To resolve a problem with a boot drive, complete the following steps in order:

  1. Remove any drive that is in an unsupported slot. Move the drive to the correct slot if you can.
  2. If possible, replace any drive that is shown as missing from a slot. Otherwise, reseat the drive or replace it with a drive from FRU stock.
  3. Move any drive that is in the wrong node back to the correct node.
    Note: If the node serial number does not match the node serial number on the system board, a drive slot has a status of wrong_node. If the serial number on the MT-M S/N label matches the node serial number on the drive, you can ignore this status.
  4. Move any drive that is in the wrong slot back to the correct slot.
  5. Reseat the drive in any slot that has a status of failed. If the status remains failed, replace the drive with one from FRU stock.
  6. If the drive slot has status out of sync and Yes in the can_sync column, then:
    • Use the service assistant GUI to synchronize boot drives, or
    • Use the command-line interface (CLI) command satask chbootdrive -sync.
    • If No is displayed in the can_sync column, you must resolve another boot drive problem first.
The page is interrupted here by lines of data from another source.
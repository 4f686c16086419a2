import { computed, reactive, watch } from 'vue'
import type { Ref } from 'vue'
import type { z } from 'zod'
import { assessDecision } from '#shared/domain/assessment/assess'
import { inputsFrom } from '#shared/domain/assessment/inputs'
import { needKinds } from '#shared/domain/assessment/needs'
import type { NeedKind } from '#shared/domain/assessment/needs'
import type { Assessment, AssessmentRules } from '#shared/domain/assessment/types'
import { starterAgents } from '#shared/domain/contrast/agents'
import { computeDose } from '#shared/domain/contrast/dose'
import { isIntravenous, usesContrast } from '#shared/domain/contrast/outcome'
import type { DecidableOutcome } from '#shared/domain/contrast/outcome'
import type { AgentId, Dose, RankedAgent } from '#shared/domain/contrast/types'
import type { Sex } from '#shared/domain/kidney/types'
import type { DecisionWeight } from '#shared/domain/request/decision'
import { weighDecision } from '#shared/domain/request/decision'
import type { approvalSchema } from '#shared/schemas/requests'
import type { RequestView } from '#shared/types/views'

/** What the radiologist has chosen and typed; kept while moving between requests, so that nothing typed is lost. */
export interface DecisionFields {
  contrast: DecidableOutcome | null
  agent: AgentId | null
  doseMmolPerKg: number | null
  weightKg: number | null
  volumeMl: number | null
  note: string
  differsReason: string
  wordGiven: boolean
  waived: Partial<Record<NeedKind, string>>
}

type Found = Pick<Assessment, 'findings' | 'agents' | 'asksRadiologist' | 'needs'>

/** The suggestion as fields: best agent, its dose, the weight the assessment used. */
export function suggestedFields(view: Pick<RequestView, 'assessment' | 'form' | 'record'>): DecisionFields {
  const suggestion = view.assessment?.suggestion ?? null
  const contrast = suggestion === 'discuss' ? null : suggestion
  const fields: DecisionFields = {
    contrast, agent: null, doseMmolPerKg: null, weightKg: view.form.weightKg ?? view.record?.weight?.kg ?? null, volumeMl: null,
    note: '', differsReason: '', wordGiven: false, waived: {},
  }
  return contrast === null ? fields : { ...fields, ...agentFields(contrast, view.assessment?.agents ?? null) }
}

/** Agent and dose to begin with once a contrast is chosen. */
export function agentFields(contrast: DecidableOutcome, agents: Assessment['agents']): Pick<DecisionFields, 'agent' | 'doseMmolPerKg'> {
  if (!usesContrast(contrast)) return { agent: null, doseMmolPerKg: null }
  const best = agents?.ranked.find(candidate => candidate.agent === agents.best) ?? null
  return { agent: best?.agent ?? null, doseMmolPerKg: isIntravenous(contrast) ? best?.dose?.doseMmolPerKg ?? null : null }
}

/** The fields as the approval's body: nothing of contrast goes along where none is given. */
export function approvalBody(fields: DecisionFields, weight: DecisionWeight | null): z.input<typeof approvalSchema> | { contrast: null } {
  if (fields.contrast === null) return { contrast: null }
  const vein = isIntravenous(fields.contrast)
  return {
    contrast: fields.contrast,
    agent: usesContrast(fields.contrast) ? fields.agent : null,
    doseMmolPerKg: vein ? fields.doseMmolPerKg : null,
    weightKg: vein ? fields.weightKg : null,
    volumeMl: fields.contrast === 'intra-articular' ? fields.volumeMl : null,
    note: fields.note,
    differsReason: weight?.reasonNeeded ? fields.differsReason : null,
    wordGiven: weight?.wordNeeded ? fields.wordGiven : false,
    waivedNeeds: Object.entries(fields.waived).flatMap(([kind, reason]) => isNeedKind(kind) ? [{ kind, reason: reason ?? '' }] : []),
  }
}

function isNeedKind(kind: string): kind is NeedKind {
  return needKinds.some(known => known === kind)
}

/** Amount and volume for the dose and weight in the fields; null while either is missing or no number. */
export function doseOf(fields: DecisionFields, ranked: RankedAgent | null): Dose | null {
  const agent = starterAgents.find(candidate => candidate.id === fields.agent)
  if (!agent || fields.contrast === null || !isIntravenous(fields.contrast)) return null
  const { doseMmolPerKg, weightKg } = fields
  if (doseMmolPerKg === null || !(doseMmolPerKg > 0)) return null
  const result = computeDose({ agent, weightKg, ageYears: null, doseMmolPerKg })
  if (result.status !== 'ok') return null
  const belowLabel = ranked?.dose?.checks.includes('age-below-label') ?? false
  return belowLabel ? { ...result.dose, checks: ['age-below-label', ...result.dose.checks.filter(check => check !== 'ok')] } : result.dose
}

function asSex(sex: string): Sex {
  return sex === 'female' || sex === 'male' || sex === 'other' ? sex : 'unknown'
}

/** The draft of one radiologist's decision on the open request, weighed as it changes. */
export function useReviewDecision(request: Ref<RequestView | null>, rules: Ref<AssessmentRules | null>) {
  const drafts = reactive(new Map<string, DecisionFields>())
  const fields = computed(() => request.value ? drafts.get(request.value.id) ?? null : null)

  watch(request, (view) => {
    if (view && !drafts.has(view.id)) drafts.set(view.id, suggestedFields(view))
    // At once: while the server draws the page, no later moment comes, and the browser must begin from the same page.
  }, { immediate: true, flush: 'sync' })

  /** Findings, agents and needs for the contrast chosen: the stored ones while it follows the suggestion. */
  const found = computed<Found | null>(() => {
    const view = request.value
    const contrast = fields.value?.contrast ?? null
    if (!view?.assessment) return null
    if (contrast === null || contrast === view.assessment.suggestion || rules.value === null) return view.assessment
    const sex = view.record?.patient?.sex ?? asSex(view.patient.sex)
    return assessDecision(
      inputsFrom({
        form: view.form, record: view.record, ledger: view.ledger, patient: { birthDate: view.patient.birthDate, sex },
        plannedAt: view.slot?.startsAt ?? null, now: new Date().toISOString(),
      }),
      rules.value,
      { contrast, agent: fields.value?.agent ?? null },
    )
  })

  const ranked = computed<RankedAgent | null>(() => found.value?.agents?.ranked.find(candidate => candidate.agent === fields.value?.agent) ?? null)

  const dose = computed(() => fields.value ? doseOf(fields.value, ranked.value) : null)

  const weight = computed<DecisionWeight | null>(() => {
    const draft = fields.value
    if (!draft || draft.contrast === null || !found.value) return null
    return weighDecision(request.value?.assessment?.suggestion ?? null, found.value, {
      contrast: draft.contrast, agent: draft.agent, doseMmolPerKg: draft.doseMmolPerKg,
    })
  })

  /** True while pressing A signs exactly what was suggested. */
  const asSuggested = computed(() => {
    const draft = fields.value
    if (!draft || !request.value || draft.contrast === null) return false
    const suggested = suggestedFields(request.value)
    return draft.contrast === suggested.contrast && draft.agent === suggested.agent && draft.doseMmolPerKg === suggested.doseMmolPerKg
      && draft.weightKg === suggested.weightKg && Object.keys(draft.waived).length === 0
  })

  function chooseContrast(contrast: DecidableOutcome) {
    const draft = fields.value
    if (!draft || draft.contrast === contrast) return
    draft.contrast = contrast
    Object.assign(draft, agentFields(contrast, found.value?.agents ?? null))
  }

  function chooseAgent(agent: AgentId) {
    const draft = fields.value
    if (!draft || draft.contrast === null) return
    draft.agent = agent
    if (isIntravenous(draft.contrast)) draft.doseMmolPerKg = ranked.value?.dose?.doseMmolPerKg ?? draft.doseMmolPerKg
  }

  function change(part: Partial<DecisionFields>) {
    if (fields.value) Object.assign(fields.value, part)
  }

  function waive(kind: NeedKind, reason: string | null) {
    const draft = fields.value
    if (!draft) return
    const { [kind]: _dropped, ...rest } = draft.waived
    draft.waived = reason === null ? rest : { ...draft.waived, [kind]: reason }
  }

  /** After signing: the next look at this request begins from its suggestion again. */
  function forget(id: string) {
    drafts.delete(id)
  }

  return { fields, found, ranked, dose, weight, asSuggested, chooseContrast, chooseAgent, change, waive, forget }
}
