import type { Ref } from 'vue'
import { onBeforeUnmount, onMounted, ref } from 'vue'
import { useApi } from '~/composables/use-api'
import { useSignOut } from '~/composables/use-sign-out'
import { useSessionStore } from '~/stores/session'

/** The warning stands this long before the end, seconds (WCAG 2.2.1 asks for 20 at least). */
export const warningSeconds = 120
/** While somebody works, the server hears of it at most this often. */
const pingSeconds = 60
const storageKey = 'wherefore.activity'

/** What to do at a moment, from when somebody was last active. */
export function idleStep(lastActive: number, now: number, idleMinutes: number): { step: 'work' | 'warn' | 'end', secondsLeft: number } {
  const secondsLeft = Math.ceil((lastActive + idleMinutes * 60_000 - now) / 1000)
  return { step: secondsLeft <= 0 ? 'end' : secondsLeft <= warningSeconds ? 'warn' : 'work', secondsLeft: Math.max(0, secondsLeft) }
}

export interface Idle {
  warning: Ref<boolean>
  secondsLeft: Ref<number>
  stay: () => Promise<void>
  leave: () => Promise<void>
}

/** Watches for idleness in all tabs, warns before the session ends, and ends it. */
export function useIdle(): Idle {
  const session = useSessionStore()
  const api = useApi()
  const signOut = useSignOut()
  const route = useRoute()
  const warning = ref(false)
  const secondsLeft = ref(0)
  let lastActive = 0
  let lastPing = 0
  let ending = false
  let timer: ReturnType<typeof setInterval> | undefined

  function otherTabs(): number {
    return Number(localStorage.getItem(storageKey) ?? 0)
  }

  function noteActivity(): void {
    // Once warned, only an answer to the warning counts: a bumped mouse is no decision.
    if (warning.value || ending) return
    const now = Date.now()
    lastActive = now
    if (now - lastPing < pingSeconds * 1000) return
    lastPing = now
    localStorage.setItem(storageKey, String(now))
    void api.get('/api/me')
  }

  function look(): void {
    if (!session.me || ending) return
    lastActive = Math.max(lastActive, otherTabs())
    const { step, secondsLeft: left } = idleStep(lastActive, Date.now(), session.me.idleMinutes)
    secondsLeft.value = left
    warning.value = step === 'warn'
    if (step === 'end') void end()
  }

  async function end(): Promise<void> {
    ending = true
    await signOut('idle', route.fullPath)
  }

  const events = ['pointerdown', 'keydown', 'wheel', 'touchstart'] as const
  onMounted(() => {
    lastActive = Date.now()
    lastPing = lastActive
    localStorage.setItem(storageKey, String(lastActive))
    for (const event of events) window.addEventListener(event, noteActivity, { passive: true, capture: true })
    timer = setInterval(look, 1000)
  })
  onBeforeUnmount(() => {
    for (const event of events) window.removeEventListener(event, noteActivity, { capture: true })
    clearInterval(timer)
  })

  return {
    warning,
    secondsLeft,
    async stay() {
      warning.value = false
      lastPing = 0
      noteActivity()
    },
    async leave() {
      ending = true
      await signOut()
    },
  }
}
Replacing the system board:

  1. Replace the SAN Volume Controller 2145-DH8 or SAN Volume Controller 2145-SV1 main board.

When neither of the boot drives have usable SAN Volume Controller software:

For example, if you replace both of the boot drives from FRU stock at the same time, neither boot drive has usable SAN Volume Controller software. If the SAN Volume Controller software is not running, the node status, node fault, battery status, and battery fault LEDs remain off.

  1. If you cannot replace at least one of the original boot drives with a drive that contains usable SAN Volume Controller software and has a node serial number that matches the MT-M S/N label on the front of the node, contact IBM® Remote Technical support.
    IBM Remote Technical support can help you install the SAN Volume Controller software with a bootable USB flash drive.
    • Field-based USB installation also repairs the node serial number and WWNN stored on each boot drive by finding values that are stored on the system board during manufacturing.
    • If the WWNN of this node that is changed in the past, you must change the WWNN again after you complete the SAN Volume Controller software installation. For example, if the node replaced an earlier SAN Volume Controller node, you must change the WWNN to that of the earlier node. You can repeat the change to the WWNN after the SAN Volume Controller software installation with the service assistant GUI or by command.

When every copy of the node serial number is lost:

For example, if you replace the system board and both of the boot drives with FRU stock at the same time, every copy of the node serial number is lost.

  1. If you cannot replace one of the original boot drives or the original system board so that at least one copy of the original node serial number is present, you cannot repair the node in the field. Return the node to IBM for repair.

Results

The status of a drive slot is uninitialized only if the SAN Volume Controller software might not automatically initialize the FRU drive. This status can happen if the node serial number on the other boot drive does not match the node serial number on the system board. If the node serial number on the other boot drive matches the MT-M S/N label on the front that is left of the node, you can rescue the uninitialized boot drive from the other boot drive safely. Use the service assistant GUI or the satask rescuenode command to rescue the drive.